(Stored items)
---------------
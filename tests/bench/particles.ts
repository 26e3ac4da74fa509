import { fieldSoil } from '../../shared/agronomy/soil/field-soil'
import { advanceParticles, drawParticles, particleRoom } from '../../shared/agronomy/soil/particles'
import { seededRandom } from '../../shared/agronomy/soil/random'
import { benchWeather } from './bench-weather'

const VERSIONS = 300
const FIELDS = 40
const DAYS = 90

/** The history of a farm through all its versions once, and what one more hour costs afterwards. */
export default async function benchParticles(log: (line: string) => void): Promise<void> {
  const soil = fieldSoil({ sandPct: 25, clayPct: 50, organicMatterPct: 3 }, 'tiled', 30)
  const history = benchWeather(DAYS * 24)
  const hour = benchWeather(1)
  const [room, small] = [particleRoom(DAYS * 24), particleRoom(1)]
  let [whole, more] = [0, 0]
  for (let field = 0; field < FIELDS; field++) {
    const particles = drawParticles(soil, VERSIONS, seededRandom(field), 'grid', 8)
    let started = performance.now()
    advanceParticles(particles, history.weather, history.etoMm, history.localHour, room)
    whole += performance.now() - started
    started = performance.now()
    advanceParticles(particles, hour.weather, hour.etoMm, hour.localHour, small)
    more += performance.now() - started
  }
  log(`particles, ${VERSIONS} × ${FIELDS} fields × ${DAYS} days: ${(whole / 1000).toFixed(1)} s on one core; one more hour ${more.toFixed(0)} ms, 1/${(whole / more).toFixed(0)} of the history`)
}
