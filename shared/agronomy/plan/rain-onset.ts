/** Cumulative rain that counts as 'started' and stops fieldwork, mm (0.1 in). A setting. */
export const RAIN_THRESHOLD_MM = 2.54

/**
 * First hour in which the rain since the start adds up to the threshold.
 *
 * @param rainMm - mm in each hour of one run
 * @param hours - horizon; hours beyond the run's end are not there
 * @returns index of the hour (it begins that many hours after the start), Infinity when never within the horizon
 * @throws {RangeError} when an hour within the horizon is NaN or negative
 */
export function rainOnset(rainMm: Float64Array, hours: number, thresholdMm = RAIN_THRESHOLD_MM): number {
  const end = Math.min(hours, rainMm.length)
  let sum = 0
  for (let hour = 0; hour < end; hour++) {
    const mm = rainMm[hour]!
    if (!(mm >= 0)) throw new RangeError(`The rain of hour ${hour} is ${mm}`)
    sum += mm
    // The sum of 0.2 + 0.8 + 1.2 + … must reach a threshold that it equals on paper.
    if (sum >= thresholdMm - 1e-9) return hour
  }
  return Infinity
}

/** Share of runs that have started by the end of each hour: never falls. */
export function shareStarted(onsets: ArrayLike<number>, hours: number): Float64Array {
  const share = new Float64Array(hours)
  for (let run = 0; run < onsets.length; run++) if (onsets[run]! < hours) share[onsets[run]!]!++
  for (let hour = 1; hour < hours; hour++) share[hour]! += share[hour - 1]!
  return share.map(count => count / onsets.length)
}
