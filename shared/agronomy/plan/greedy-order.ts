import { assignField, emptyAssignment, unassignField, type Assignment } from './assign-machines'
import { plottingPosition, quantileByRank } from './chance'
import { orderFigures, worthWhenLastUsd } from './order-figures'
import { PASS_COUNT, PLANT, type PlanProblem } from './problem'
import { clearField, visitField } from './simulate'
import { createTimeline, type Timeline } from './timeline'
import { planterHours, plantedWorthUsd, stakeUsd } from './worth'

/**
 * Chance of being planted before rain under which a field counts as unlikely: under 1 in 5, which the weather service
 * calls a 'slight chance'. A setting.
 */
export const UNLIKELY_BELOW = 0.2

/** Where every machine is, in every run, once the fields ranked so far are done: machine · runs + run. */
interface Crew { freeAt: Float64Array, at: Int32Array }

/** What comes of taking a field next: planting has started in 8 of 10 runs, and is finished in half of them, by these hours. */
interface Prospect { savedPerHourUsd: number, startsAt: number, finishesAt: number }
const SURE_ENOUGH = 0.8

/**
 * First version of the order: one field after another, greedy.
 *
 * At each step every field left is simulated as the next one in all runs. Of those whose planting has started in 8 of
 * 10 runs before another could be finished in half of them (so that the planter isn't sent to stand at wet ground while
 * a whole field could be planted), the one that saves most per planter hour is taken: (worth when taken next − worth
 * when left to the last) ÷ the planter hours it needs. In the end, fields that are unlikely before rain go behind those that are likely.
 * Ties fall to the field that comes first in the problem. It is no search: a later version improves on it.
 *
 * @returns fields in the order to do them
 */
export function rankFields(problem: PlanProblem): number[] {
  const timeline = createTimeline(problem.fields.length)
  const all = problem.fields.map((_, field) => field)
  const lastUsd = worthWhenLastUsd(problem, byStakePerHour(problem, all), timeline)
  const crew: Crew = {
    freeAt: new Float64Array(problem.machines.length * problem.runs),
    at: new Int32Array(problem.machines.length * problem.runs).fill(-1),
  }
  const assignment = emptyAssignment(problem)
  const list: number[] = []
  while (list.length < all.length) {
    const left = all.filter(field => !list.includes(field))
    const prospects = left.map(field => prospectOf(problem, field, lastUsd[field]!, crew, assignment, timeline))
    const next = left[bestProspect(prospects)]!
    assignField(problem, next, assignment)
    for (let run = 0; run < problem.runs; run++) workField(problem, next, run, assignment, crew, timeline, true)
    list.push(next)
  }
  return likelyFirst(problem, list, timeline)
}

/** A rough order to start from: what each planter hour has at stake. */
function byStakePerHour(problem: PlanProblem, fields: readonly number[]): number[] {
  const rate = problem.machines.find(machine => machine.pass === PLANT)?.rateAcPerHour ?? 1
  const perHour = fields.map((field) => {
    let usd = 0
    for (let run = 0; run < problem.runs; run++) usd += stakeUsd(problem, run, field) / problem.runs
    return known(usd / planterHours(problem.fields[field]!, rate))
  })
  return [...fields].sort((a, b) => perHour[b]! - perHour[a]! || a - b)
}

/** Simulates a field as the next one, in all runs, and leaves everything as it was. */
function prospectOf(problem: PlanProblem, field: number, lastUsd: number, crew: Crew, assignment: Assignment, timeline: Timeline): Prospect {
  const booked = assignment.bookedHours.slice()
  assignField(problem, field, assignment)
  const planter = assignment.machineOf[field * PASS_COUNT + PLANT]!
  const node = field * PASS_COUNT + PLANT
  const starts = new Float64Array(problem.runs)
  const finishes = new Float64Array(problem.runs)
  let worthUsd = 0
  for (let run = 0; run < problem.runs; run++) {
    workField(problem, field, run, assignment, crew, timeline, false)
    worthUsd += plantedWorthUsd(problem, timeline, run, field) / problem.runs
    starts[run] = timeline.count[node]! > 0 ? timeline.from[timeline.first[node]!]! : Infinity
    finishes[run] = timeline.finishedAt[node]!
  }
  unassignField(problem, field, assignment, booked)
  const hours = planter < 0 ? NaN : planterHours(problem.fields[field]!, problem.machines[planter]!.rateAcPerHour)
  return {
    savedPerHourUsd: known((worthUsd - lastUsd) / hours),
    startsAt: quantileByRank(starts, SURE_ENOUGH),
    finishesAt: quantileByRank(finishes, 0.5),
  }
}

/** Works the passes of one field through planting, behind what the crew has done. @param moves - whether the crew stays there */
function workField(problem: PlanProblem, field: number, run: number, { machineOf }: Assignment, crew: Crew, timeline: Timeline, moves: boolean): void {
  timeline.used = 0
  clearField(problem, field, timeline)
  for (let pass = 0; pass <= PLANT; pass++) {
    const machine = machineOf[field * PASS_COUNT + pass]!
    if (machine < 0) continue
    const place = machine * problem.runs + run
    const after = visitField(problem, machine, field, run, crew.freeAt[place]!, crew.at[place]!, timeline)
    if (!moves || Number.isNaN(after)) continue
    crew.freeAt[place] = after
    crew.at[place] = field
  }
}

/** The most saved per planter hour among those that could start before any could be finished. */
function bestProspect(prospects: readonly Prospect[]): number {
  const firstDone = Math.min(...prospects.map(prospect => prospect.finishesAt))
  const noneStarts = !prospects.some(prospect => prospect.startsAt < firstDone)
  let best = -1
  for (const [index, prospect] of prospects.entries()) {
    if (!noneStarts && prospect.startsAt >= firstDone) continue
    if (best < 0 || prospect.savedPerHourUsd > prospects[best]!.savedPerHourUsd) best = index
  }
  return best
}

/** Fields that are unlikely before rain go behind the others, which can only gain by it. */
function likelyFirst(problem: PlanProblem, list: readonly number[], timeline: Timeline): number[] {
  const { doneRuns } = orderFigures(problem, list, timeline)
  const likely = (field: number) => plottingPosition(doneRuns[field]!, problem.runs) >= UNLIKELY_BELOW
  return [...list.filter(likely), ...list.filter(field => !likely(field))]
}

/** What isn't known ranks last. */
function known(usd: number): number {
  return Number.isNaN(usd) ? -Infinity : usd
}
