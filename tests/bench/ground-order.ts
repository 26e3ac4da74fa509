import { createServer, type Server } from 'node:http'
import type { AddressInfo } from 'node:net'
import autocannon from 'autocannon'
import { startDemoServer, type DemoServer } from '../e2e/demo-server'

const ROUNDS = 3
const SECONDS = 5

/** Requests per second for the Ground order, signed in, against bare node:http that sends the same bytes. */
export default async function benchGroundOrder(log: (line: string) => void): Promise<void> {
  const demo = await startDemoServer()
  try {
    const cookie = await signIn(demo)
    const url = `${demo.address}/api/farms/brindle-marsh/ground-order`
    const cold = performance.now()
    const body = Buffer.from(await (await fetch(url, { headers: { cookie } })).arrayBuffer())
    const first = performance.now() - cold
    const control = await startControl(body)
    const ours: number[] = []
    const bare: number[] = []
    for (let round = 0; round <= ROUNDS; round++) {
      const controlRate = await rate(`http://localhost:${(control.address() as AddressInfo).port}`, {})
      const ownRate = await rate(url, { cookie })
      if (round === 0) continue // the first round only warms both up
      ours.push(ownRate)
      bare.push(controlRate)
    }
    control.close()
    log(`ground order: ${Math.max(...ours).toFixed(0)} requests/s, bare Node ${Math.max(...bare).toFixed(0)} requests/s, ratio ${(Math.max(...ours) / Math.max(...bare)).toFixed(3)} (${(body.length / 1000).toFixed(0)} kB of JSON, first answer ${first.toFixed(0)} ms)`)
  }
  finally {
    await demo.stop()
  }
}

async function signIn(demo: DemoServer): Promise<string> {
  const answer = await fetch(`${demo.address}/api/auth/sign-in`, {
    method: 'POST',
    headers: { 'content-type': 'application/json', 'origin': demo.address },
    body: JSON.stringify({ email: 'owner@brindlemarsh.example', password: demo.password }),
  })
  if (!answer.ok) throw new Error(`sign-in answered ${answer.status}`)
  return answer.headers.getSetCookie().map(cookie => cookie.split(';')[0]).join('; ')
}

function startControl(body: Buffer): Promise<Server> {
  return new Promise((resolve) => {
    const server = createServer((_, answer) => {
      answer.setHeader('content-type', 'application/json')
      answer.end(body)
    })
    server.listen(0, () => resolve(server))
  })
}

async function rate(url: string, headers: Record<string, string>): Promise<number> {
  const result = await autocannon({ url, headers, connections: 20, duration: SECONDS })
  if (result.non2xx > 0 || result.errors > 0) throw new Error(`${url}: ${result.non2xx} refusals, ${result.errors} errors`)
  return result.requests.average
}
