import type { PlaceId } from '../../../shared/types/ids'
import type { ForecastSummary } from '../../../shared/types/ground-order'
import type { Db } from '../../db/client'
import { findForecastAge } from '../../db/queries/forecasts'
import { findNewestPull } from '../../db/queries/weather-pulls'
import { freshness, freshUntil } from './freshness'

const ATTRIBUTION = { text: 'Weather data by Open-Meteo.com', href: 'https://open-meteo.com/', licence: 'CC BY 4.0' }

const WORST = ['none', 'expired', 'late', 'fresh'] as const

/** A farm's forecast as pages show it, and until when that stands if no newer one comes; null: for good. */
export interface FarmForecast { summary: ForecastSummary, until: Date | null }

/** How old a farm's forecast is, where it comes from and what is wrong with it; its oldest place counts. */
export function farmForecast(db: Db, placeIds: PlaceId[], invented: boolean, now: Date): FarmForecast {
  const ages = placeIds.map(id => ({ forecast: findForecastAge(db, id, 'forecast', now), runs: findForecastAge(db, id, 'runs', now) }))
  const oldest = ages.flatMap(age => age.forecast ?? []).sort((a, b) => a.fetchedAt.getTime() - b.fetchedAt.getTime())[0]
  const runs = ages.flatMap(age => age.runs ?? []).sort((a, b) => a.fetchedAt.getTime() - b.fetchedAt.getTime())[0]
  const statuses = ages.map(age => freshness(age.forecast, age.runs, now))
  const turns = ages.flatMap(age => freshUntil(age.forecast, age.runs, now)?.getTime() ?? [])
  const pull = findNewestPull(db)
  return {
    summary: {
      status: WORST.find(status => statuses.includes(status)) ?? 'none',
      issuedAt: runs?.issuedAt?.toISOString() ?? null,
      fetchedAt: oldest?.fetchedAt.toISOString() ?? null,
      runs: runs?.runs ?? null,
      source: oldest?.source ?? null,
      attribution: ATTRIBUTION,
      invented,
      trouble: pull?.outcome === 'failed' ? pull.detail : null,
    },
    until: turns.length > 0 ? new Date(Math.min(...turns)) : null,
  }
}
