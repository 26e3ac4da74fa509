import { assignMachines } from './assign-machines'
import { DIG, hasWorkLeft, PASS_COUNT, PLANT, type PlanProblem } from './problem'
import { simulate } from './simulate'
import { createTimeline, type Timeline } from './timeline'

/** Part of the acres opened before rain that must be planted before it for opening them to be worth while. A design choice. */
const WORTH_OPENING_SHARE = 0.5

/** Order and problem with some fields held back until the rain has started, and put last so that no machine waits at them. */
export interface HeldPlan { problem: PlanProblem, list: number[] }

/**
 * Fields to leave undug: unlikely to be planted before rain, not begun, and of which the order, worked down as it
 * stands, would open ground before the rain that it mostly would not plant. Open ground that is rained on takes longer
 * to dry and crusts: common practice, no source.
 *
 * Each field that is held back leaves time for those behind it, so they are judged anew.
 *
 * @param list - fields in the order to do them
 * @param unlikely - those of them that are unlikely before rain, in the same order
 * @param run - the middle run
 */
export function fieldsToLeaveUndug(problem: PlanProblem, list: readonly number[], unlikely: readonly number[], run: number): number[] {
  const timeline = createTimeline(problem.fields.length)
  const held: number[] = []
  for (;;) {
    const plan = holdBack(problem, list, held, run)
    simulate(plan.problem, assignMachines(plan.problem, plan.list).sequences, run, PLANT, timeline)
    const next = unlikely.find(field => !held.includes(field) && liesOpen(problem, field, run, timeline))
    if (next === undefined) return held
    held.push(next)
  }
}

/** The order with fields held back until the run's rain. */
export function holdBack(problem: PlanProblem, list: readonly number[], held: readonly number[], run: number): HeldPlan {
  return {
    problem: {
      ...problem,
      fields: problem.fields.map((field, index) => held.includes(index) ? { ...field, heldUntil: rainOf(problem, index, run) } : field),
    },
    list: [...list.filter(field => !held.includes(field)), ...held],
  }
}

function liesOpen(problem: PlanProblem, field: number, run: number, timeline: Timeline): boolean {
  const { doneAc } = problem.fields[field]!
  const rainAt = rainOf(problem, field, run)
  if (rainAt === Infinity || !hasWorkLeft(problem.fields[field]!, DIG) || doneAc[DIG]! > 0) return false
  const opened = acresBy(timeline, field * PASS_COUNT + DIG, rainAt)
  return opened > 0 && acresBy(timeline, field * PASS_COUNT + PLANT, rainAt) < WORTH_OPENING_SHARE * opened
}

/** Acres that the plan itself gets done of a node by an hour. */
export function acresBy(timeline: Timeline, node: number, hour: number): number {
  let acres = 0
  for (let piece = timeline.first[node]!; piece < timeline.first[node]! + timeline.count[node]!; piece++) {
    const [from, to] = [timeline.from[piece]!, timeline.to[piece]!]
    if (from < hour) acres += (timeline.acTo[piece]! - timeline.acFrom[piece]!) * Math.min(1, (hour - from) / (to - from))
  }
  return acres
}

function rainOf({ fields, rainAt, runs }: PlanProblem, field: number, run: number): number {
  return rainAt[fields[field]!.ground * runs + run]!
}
---------------
Report all lines of the data above that include the string "advanceParticles".

import { advanceParticles, drawParticles, particleRoom } from '../../shared/agronomy/soil/particles'
    advanceParticles(particles, history.weather, history.etoMm, history.localHour, room)
    advanceParticles(particles, hour.weather, hour.etoMm, hour.localHour, small)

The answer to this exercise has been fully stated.